Öffentliche Anhörung im Umweltausschuss zur Solarkürzung

Am 21. März wird sich der Umweltausschuss des Bundestags im Rahmen einer öffentlichen Anhörung mit den geplanten Kürzungen der Förderung der Photovoltaik befassen. Unter den sechs Experten, die in dieser Anhörung Fragen der Abgeordneten beantworten werden, sind auch drei Vertreter der Photovoltaik Branche. Auch der Bundesverband der Verbraucherzentralen und der Bundesverband der Energie- und Wasserwirtschaft sind vertreten. Derartige Anhörungen sind routinemäßiger Bestandteil von Gesetzgebungsverfahren und haben längst nicht immer entscheidenden Einfluss auf das Verfahren.

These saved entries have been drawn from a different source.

async function main(): Promise<void> {
  const { quantile } = await import("./lib/stats");
  const summary = (samples: number[]): Summary => ({ count: samples.length, median: quantile(samples, 0.5), p95: quantile(samples, 0.95), max: Math.max(...samples) });
  const line = (label: string, s: Summary) => `${label}: median ${ms(s.median)}, p95 ${ms(s.p95)}, max ${ms(s.max)} (${thousands(s.count)} requests)`;

  console.log(`Node ${process.version}, ${os.cpus().length} CPUs, ${(os.totalmem() / 2 ** 30).toFixed(0)} GB, load average ${os.loadavg().map((l) => l.toFixed(2)).join(" ")}.`);

  // -----------------------------------------------------------------------------------------------
  // 1. The build, the register, the files
  // -----------------------------------------------------------------------------------------------
  if (!NO_BUILD) {
    console.log("\nBuilding the app (npm run build; --no-build skips it when the build is current) …");
    const built = spawnSync("npm", ["run", "build"], { stdio: ["ignore", "ignore", "inherit"], env: { ...process.env, NODE_ENV: "production" } });
    if (built.status !== 0) throw new Error("npm run build failed");
  } else if (!fs.existsSync(path.join(".next", "BUILD_ID")) || !fs.existsSync(path.join(".next", "workers", "worker.mjs"))) {
    throw new Error("--no-build was given but there is no complete build in .next/: run npm run build first.");
  }

  const { buildRegisterDb } = await import("./lib/register-db");
  await buildRegisterDb({ findings: FINDINGS });
  const bcrypt = (await import("bcryptjs")).default;
  const { closeDb, getDb } = await import("@/db/client");
  const { bcryptCost } = await import("@/lib/config");
  const sqlite = getDb().$client;
  // Known passwords at the production cost, for the safety officer (bench.0) and facilities (bench.3).
  const hash = bcrypt.hashSync(PASSWORD, bcryptCost());
  sqlite.prepare("UPDATE users SET password_hash = ? WHERE email IN ('bench.0@example.test', 'bench.3@example.test')").run(hash);
  const sensor = sqlite.prepare("SELECT id FROM sensors WHERE external_id = ?").get(DEVICE) as { id: number };
  const containerCount = (sqlite.prepare("SELECT count(*) AS n FROM containers").get() as { n: number }).n;
  closeDb();

  const { writeLoggerCsv } = await import("./lib/logger-csv");
  const { writeXlsxManyRows, writeXlsxZipBomb } = await import("../tests/fixtures/hostile-files");
  const csvPath = path.join(tempDir, "logger.csv");
  const { bytes: csvBytes } = await writeLoggerCsv(csvPath, { rows: LOGGER_ROWS, device: DEVICE });
  const bombPath = path.join(tempDir, "bomb.xlsx");
  await writeXlsxZipBomb(bombPath, { cellBytes: 300 * MiB });
  const rowsPath = path.join(tempDir, "rows.xlsx");
  await writeXlsxManyRows(rowsPath, { rows: 3_000_000 });
  console.log(
    `Logger file: ${thousands(LOGGER_ROWS)} rows, ${(csvBytes / MiB).toFixed(1)} MB. Zip bomb ${(fs.statSync(bombPath).size / 1024).toFixed(0)} KB; ` +
      `3,000,000 rows in ${(fs.statSync(rowsPath).size / MiB).toFixed(1)} MB.`,
  );

  // -----------------------------------------------------------------------------------------------
  // 2. The server
  // -----------------------------------------------------------------------------------------------
  const port = await freePort();
  const server = await startServer({ port, logDir: tempDir, env: { SESSION_SECRET, TRUST_PROXY: "1" } });
  const base = server.base;
  console.log(`\nServer: next start on ${base}, pid ${server.pid}, answering after ${ms(server.readyMs)}.`);

  const origin = { origin: base };
  async function signIn(email: string): Promise<string> {
    const response = await fetch(`${base}/api/v1/session`, {
      method: "POST",
      headers: { ...origin, "content-type": "application/json", "x-forwarded-for": "192.0.2.10" },
      body: JSON.stringify({ email, password: PASSWORD }),
    });
    if (response.status !== 200) throw new Error(`sign-in of ${email} answered ${response.status}: ${await response.text()}`);
    return response.headers.getSetCookie().map((c) => c.split(";")[0]).join("; ");
  }
  const officer = await signIn("bench.0@example.test");
  const facilities = await signIn("bench.3@example.test");

  async function timed(url: string, cookie?: string): Promise<number> {
    const t = performance.now();
    const response = await fetch(url, { headers: cookie ? { cookie } : {} });
    await response.arrayBuffer();
    if (!response.ok) throw new Error(`${url} answered ${response.status}`);
    return performance.now() - t;
  }
  const containersUrl = `${base}/api/v1/containers?pageSize=50&sort=label&dir=asc`;
  /** Health and container list, one after the other, every 20 ms, until `until` settles. */
  async function probe(until: Promise<unknown>): Promise<{ health: number[]; containers: number[] }> {
    let done = false;
    void until.finally(() => (done = true));
    const health: number[] = [];
    const containers: number[] = [];
    while (!done) {
      health.push(await timed(`${base}/api/health`));
      containers.push(await timed(containersUrl, facilities));
      await new Promise((resolve) => setTimeout(resolve, 20));
    }
    return { health, containers };
  }

  // Warm: the pages compiled on first use, the worker threads started.
  for (let i = 0; i < 5; i++) await timed(containersUrl, facilities);
  const idle = await probe(new Promise((resolve) => setTimeout(resolve, 3000)));
  console.log(`\nIdle, ${thousands(containerCount)} containers in the database:`);
  console.log(`  ${line("GET /api/health", summary(idle.health))}`);
  console.log(`  ${line("GET /api/v1/containers?pageSize=50", summary(idle.containers))}`);

  // -----------------------------------------------------------------------------------------------
  // 3. Under load
  // -----------------------------------------------------------------------------------------------
  const rssBeforeLoad = treeRss(server.pid);
  let peakRssLoad = rssBeforeLoad;
  const rssTimer = setInterval(() => (peakRssLoad = Math.max(peakRssLoad, treeRss(server.pid))), 100);

  const importRun = (async () => {
    const t = performance.now();
    const form = new FormData();
    form.set("file", await fs.openAsBlob(csvPath), "logger.csv");
    const uploaded = await fetch(`${base}/api/v1/sensors/${sensor.id}/csv-uploads`, { method: "POST", headers: { ...origin, cookie: facilities }, body: form });
    const upload = (await uploaded.json()) as { data?: { token: string; mapping: Record<string, unknown> }; error?: unknown };
    if (uploaded.status !== 201 || !upload.data) throw new Error(`upload answered ${uploaded.status}: ${JSON.stringify(upload.error)}`);
    const uploadMs = performance.now() - t;
    const imported = await fetch(`${base}/api/v1/sensors/${sensor.id}/csv-uploads/${upload.data.token}/import`, {
      method: "POST",
      headers: { ...origin, cookie: facilities, "content-type": "application/json" },
      body: JSON.stringify({ ...upload.data.mapping, timeZone: "Europe/Berlin" }),
    });
    const body = (await imported.json()) as { data?: { accepted: number; duplicates: number }; error?: { message: string } };
    if (imported.status !== 200 || !body.data) throw new Error(`import answered ${imported.status}: ${JSON.stringify(body.error)}`);
    return { uploadMs, totalMs: performance.now() - t, accepted: body.data.accepted };
  })();

  const exportRun = (async () => {
    const t = performance.now();
    const response = await fetch(`${base}/api/v1/exports/register.xlsx`, { headers: { cookie: officer } });
    if (response.status !== 200) throw new Error(`export answered ${response.status}: ${await response.text()}`);
    let bytes = 0;
    for await (const chunk of response.body as unknown as AsyncIterable<Uint8Array>) bytes += chunk.byteLength;
    return { totalMs: performance.now() - t, bytes };
  })();

  const heavy = Promise.allSettled([importRun, exportRun]);
  let stopSignIns = false;
  void heavy.finally(() => (stopSignIns = true));
  const signInStatuses = new Map<number, number>();
  const signInTimes: number[] = [];
  let attempt = 0;
  const signInLoops = Array.from({ length: PARALLEL_SIGN_INS }, async () => {
    while (!stopSignIns) {
      attempt++;
      // Each attempt from its own address (behind the trusted proxy), at an account that exists.
      const address = `10.${(attempt >> 16) & 255}.${(attempt >> 8) & 255}.${attempt & 255}`;
      const t = performance.now();
      const response = await fetch(`${base}/api/v1/session`, {
        method: "POST",
        headers: { ...origin, "content-type": "application/json", "x-forwarded-for": address },
        body: JSON.stringify({ email: "bench.1@example.test", password: `wrong guess ${attempt}` }),
      });
      await response.arrayBuffer();
      signInTimes.push(performance.now() - t);
      signInStatuses.set(response.status, (signInStatuses.get(response.status) ?? 0) + 1);
    }
  });
  const loadStartedAt = performance.now();
  const loaded = await probe(heavy);
  await Promise.all(signInLoops);
  clearInterval(rssTimer);
  const loadMs = performance.now() - loadStartedAt;
  const [importOutcome, exportOutcome] = await heavy;

  console.log(`\nUnder load for ${(loadMs / 1000).toFixed(1)} s:`);
  if (importOutcome.status === "fulfilled") {
    const { uploadMs, totalMs, accepted } = importOutcome.value;
    console.log(`  logger import: upload ${(uploadMs / 1000).toFixed(1)} s, with the import ${(totalMs / 1000).toFixed(1)} s; ${thousands(accepted)} readings accepted.`);
  } else console.log(`  logger import FAILED: ${String(importOutcome.reason)}`);
  if (exportOutcome.status === "fulfilled") {
    console.log(`  register export: ${(exportOutcome.value.totalMs / 1000).toFixed(1)} s, ${(exportOutcome.value.bytes / MiB).toFixed(1)} MB.`);
  } else console.log(`  register export FAILED: ${String(exportOutcome.reason)}`);
  const statuses = [...signInStatuses].map(([status, count]) => `${thousands(count)} × ${status}`).join(", ");
  console.log(`  failed sign-ins, ${PARALLEL_SIGN_INS} at a time throughout: ${statuses}; ${line("each", summary(signInTimes))}.`);
  const healthLoad = summary(loaded.health);
  const containersLoad = summary(loaded.containers);
  console.log(`  ${line("GET /api/health", healthLoad)}: p95 under ${LATENCY_TARGET_MS} ms ${verdict(healthLoad.p95 < LATENCY_TARGET_MS)}`);
  console.log(`  ${line("GET /api/v1/containers?pageSize=50", containersLoad)}: p95 under ${LATENCY_TARGET_MS} ms ${verdict(containersLoad.p95 < LATENCY_TARGET_MS)}`);
  console.log(`  server RSS ${(rssBeforeLoad / MiB).toFixed(0)} MB before, peak ${(peakRssLoad / MiB).toFixed(0)} MB (sampled every 100 ms).`);

  // -----------------------------------------------------------------------------------------------
  // 4. Hostile workbooks
  // -----------------------------------------------------------------------------------------------
  console.log(`\nHostile workbooks to POST /api/v1/imports/locations/preview (time to the answer; server RSS growth, sampled every 10 ms):`);
  for (const [label, file] of [
    ["zip bomb, one 300 MB cell", bombPath],
    ["3,000,000 rows", rowsPath],
  ] as const) {
    await new Promise((resolve) => setTimeout(resolve, 1000));
    const before = treeRss(server.pid);
    let peak = before;
    const timer = setInterval(() => (peak = Math.max(peak, treeRss(server.pid))), 10);
    const t = performance.now();
    const form = new FormData();
    form.set("file", await fs.openAsBlob(file), path.basename(file));
    const response = await fetch(`${base}/api/v1/imports/locations/preview`, { method: "POST", headers: { ...origin, cookie: facilities }, body: form });
    const body = (await response.json()) as { error?: { code: string; message: string } };
    const elapsed = performance.now() - t;
    clearInterval(timer);
    peak = Math.max(peak, treeRss(server.pid));
    const growthMb = (peak - before) / MiB;
    const refused = response.status >= 400 && response.status < 500;
    console.log(
      `  ${label}: ${response.status} ${body.error?.code ?? ""} in ${ms(elapsed)}, RSS ${(before / MiB).toFixed(0)} MB + ${growthMb.toFixed(1)} MB: ` +
        `${verdict(refused && elapsed < REFUSAL_TARGET_MS && growthMb < RSS_GROWTH_TARGET_MB)} (refused, < ${REFUSAL_TARGET_MS / 1000} s, < ${RSS_GROWTH_TARGET_MB} MB)`,
    );
    if (body.error) console.log(`    “${body.error.message}”`);
  }
  console.log(`\nLoad average at the end ${os.loadavg().map((l) => l.toFixed(2)).join(" ")}.`);

  await server.stop();
}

Das extrem schnelle Gesetzgebungsverfahren deutet in diesem Fall nicht darauf hin, dass die Anhörung ergebnisoffen erfolgen soll. Interessant könnte allerdings werden, ob Umweltminister Röttgen der breiten Ablehnung der Kürzungen in der Bevölkerung kurzfristig doch noch mehr Aufmerksamkeit schenken wird - seit der Auflösung des Landtags in NRW befindet er sich als Spitzenkandidat der CDU plötzlich und unerwartet im Wahlkampf.

Die strittigen Punkte

Die umstrittenen Punkte der Novellierung des Erneuerbare Energien Gesetzes, die in der Anhörung diskutiert werden sollen, sind vor allem die Höhe und der Zeitpunkt der beabsichtigten Kürzungen. Daneben wird es auch darum gehen, ob zukünftig tatsächlich nicht mehr der gesamte Strom vergütet wird. Der Gesetzentwurf der Minister Rösler und Röttgen sieht vor, dass für kleine Dachanlagen nur noch 85 Prozent des Stroms vergütet werden, für Großanlagen 90 Prozent. Ein weiterer strittiger Punkt ist die beabsichtigte Ermächtigung der Regierung, künftige Kürzungen ohne Beteiligung des Parlaments vornehmen zu können. Zumindest die Position der Vertreter der Solarindustrie dürfte bereits vor der Anhörung weitgehend klar sein. Zumal auch ein Vertreter des Unternehmens Belectric als Experte geladen ist. Belectric hat bereits eine Klage vor dem Bundesverfassungsgericht gegen die kurzfristigen Kürzungen angekündigt, da diese auch laufende Projekte betreffen.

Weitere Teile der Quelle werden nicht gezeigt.